◆ ASSIGNMENT
Check each line of the records for "scenario"; collect those that have it.

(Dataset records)
-- Opening Marker --

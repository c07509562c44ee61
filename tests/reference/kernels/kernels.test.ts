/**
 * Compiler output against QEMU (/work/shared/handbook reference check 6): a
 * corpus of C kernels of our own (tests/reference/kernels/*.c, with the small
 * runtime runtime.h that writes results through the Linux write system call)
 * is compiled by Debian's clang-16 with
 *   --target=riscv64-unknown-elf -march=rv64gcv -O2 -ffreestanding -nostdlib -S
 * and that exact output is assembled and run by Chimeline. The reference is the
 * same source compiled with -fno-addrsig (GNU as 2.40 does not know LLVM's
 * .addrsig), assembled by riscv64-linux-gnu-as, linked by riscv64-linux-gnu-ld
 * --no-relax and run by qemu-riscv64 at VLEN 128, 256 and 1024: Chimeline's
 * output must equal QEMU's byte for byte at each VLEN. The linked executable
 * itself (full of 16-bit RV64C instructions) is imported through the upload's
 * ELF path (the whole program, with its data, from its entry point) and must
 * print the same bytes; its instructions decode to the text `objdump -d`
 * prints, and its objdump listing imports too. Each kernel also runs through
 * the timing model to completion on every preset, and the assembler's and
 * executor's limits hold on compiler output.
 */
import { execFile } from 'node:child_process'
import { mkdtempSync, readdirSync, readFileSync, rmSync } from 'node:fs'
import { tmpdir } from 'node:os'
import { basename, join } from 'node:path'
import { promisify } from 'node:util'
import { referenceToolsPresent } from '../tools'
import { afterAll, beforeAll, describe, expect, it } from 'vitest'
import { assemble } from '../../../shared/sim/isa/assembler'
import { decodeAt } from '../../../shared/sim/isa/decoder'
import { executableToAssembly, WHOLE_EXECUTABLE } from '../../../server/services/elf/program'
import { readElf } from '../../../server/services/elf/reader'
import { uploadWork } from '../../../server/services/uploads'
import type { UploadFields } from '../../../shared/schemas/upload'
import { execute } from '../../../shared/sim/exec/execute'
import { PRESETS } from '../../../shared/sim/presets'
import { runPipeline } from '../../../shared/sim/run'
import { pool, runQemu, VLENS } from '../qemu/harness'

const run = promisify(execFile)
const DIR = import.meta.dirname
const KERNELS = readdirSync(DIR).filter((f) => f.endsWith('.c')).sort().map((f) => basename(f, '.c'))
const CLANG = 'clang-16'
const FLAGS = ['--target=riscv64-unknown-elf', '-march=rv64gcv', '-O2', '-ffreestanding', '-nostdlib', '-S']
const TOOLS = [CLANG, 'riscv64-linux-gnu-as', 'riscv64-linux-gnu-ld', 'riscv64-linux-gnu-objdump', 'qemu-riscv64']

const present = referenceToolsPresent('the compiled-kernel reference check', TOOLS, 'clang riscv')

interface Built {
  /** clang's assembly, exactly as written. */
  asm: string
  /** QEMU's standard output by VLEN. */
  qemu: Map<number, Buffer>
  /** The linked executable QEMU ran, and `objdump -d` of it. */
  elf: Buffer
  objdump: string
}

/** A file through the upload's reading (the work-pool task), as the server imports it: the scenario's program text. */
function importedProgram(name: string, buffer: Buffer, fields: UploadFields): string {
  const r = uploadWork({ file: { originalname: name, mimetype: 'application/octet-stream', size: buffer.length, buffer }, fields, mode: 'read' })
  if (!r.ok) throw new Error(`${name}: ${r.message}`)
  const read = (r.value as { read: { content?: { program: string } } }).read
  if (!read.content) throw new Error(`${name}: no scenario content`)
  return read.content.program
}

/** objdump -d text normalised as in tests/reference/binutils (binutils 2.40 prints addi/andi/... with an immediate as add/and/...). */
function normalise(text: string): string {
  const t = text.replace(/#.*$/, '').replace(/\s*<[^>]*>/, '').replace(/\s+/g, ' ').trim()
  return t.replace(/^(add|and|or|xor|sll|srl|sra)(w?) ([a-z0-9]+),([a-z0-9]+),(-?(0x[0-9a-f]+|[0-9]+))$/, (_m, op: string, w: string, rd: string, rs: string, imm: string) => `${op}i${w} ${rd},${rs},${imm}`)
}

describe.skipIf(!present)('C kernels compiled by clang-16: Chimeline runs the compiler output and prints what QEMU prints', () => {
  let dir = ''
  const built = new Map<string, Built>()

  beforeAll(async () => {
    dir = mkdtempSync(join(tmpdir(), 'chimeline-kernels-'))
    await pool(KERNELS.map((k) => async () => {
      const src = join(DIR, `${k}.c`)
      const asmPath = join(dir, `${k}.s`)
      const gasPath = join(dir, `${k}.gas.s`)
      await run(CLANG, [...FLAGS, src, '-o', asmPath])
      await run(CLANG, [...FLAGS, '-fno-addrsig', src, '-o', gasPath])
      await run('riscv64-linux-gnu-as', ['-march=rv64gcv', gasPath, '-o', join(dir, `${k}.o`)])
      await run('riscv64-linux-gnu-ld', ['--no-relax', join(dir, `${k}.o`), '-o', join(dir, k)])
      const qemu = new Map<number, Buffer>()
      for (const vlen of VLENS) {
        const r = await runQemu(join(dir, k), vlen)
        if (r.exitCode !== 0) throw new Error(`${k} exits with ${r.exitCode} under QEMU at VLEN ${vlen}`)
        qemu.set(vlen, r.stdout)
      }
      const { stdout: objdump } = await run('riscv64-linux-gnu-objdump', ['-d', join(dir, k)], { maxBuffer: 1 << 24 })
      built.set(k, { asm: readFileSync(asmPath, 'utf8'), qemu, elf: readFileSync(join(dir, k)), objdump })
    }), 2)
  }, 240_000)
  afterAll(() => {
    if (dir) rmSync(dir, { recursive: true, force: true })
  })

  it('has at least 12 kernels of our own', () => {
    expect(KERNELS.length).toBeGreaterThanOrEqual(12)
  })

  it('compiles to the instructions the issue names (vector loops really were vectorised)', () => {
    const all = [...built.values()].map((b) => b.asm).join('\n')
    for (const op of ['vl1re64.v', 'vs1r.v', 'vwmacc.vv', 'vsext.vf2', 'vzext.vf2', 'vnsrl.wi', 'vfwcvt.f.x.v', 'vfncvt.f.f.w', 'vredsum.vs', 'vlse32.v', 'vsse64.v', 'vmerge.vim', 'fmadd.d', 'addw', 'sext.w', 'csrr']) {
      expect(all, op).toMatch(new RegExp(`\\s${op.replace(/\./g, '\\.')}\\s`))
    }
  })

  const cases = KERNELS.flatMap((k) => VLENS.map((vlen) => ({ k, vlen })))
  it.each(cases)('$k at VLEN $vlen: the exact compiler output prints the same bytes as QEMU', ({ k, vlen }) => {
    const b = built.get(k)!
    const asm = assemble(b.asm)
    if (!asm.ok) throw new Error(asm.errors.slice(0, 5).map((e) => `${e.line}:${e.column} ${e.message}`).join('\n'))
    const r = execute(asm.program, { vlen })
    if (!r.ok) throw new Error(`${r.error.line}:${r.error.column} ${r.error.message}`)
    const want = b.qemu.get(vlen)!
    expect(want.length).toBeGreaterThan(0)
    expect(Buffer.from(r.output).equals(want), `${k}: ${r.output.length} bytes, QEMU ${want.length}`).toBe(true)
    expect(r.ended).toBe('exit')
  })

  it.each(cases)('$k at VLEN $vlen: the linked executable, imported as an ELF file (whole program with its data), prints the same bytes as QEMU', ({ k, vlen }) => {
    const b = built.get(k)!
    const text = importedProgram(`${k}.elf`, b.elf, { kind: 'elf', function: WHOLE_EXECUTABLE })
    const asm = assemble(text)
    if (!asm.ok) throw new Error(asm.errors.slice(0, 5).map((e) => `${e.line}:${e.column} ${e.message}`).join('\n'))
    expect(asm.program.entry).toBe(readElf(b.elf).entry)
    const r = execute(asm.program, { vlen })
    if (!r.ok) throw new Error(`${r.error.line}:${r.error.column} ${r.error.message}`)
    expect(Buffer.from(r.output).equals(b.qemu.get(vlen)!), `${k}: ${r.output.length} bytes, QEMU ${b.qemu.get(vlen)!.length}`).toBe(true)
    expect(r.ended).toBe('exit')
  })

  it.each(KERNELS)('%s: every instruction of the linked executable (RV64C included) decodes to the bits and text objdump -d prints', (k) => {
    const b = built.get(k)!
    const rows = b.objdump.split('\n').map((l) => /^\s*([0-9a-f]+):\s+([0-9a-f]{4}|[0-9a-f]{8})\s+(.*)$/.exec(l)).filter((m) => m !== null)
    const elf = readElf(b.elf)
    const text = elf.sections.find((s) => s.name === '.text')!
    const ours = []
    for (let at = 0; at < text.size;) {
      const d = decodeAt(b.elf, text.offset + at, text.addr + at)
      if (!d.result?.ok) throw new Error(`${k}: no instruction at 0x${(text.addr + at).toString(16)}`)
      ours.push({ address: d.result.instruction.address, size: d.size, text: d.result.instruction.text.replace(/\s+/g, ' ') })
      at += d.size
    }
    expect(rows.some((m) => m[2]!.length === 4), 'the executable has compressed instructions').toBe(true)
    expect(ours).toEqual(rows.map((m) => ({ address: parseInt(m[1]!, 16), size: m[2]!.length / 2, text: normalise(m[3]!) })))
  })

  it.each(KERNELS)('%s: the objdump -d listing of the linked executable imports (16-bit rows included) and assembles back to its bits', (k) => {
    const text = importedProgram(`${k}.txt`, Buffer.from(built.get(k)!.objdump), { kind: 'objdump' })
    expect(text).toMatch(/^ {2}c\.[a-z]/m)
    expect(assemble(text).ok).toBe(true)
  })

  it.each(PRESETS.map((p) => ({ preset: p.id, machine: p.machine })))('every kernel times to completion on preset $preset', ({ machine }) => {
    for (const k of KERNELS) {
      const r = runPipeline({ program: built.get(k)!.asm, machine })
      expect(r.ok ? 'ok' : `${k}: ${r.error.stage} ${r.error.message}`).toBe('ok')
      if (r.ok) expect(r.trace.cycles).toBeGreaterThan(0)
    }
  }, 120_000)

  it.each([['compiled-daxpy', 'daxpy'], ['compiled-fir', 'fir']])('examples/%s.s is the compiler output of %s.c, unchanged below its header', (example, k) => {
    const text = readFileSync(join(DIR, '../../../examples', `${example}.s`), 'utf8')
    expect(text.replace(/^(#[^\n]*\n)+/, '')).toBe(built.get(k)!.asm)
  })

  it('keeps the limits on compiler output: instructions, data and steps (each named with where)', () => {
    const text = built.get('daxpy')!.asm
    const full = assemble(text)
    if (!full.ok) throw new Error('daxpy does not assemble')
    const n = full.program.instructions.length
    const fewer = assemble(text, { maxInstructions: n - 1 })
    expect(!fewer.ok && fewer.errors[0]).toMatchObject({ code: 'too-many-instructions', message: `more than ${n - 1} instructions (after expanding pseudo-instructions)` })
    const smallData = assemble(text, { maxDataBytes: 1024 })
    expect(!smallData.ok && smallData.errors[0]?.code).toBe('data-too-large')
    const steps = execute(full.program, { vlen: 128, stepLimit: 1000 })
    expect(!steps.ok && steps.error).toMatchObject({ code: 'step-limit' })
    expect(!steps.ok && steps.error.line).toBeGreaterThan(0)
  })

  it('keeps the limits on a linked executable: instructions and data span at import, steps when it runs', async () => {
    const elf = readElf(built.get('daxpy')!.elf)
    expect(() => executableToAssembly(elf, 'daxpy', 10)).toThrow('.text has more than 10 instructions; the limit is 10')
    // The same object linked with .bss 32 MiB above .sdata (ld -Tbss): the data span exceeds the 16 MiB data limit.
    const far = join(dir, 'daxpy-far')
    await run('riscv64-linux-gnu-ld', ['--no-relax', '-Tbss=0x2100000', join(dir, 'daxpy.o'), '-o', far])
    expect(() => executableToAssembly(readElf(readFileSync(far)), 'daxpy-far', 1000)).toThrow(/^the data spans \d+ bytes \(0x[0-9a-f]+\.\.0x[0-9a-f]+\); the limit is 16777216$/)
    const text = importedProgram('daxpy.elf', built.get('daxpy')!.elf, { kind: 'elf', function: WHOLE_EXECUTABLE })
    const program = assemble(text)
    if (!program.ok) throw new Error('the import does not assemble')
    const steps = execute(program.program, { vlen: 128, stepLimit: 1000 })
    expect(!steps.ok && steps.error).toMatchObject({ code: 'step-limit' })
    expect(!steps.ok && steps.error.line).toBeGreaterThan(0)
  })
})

-- Closing Marker --

◆ ANSWER TO THE EXERCISE
/** A file through the upload's reading (the work-pool task), as the server imports it: the scenario's program text. */
  if (!read.content) throw new Error(`${name}: no scenario content`)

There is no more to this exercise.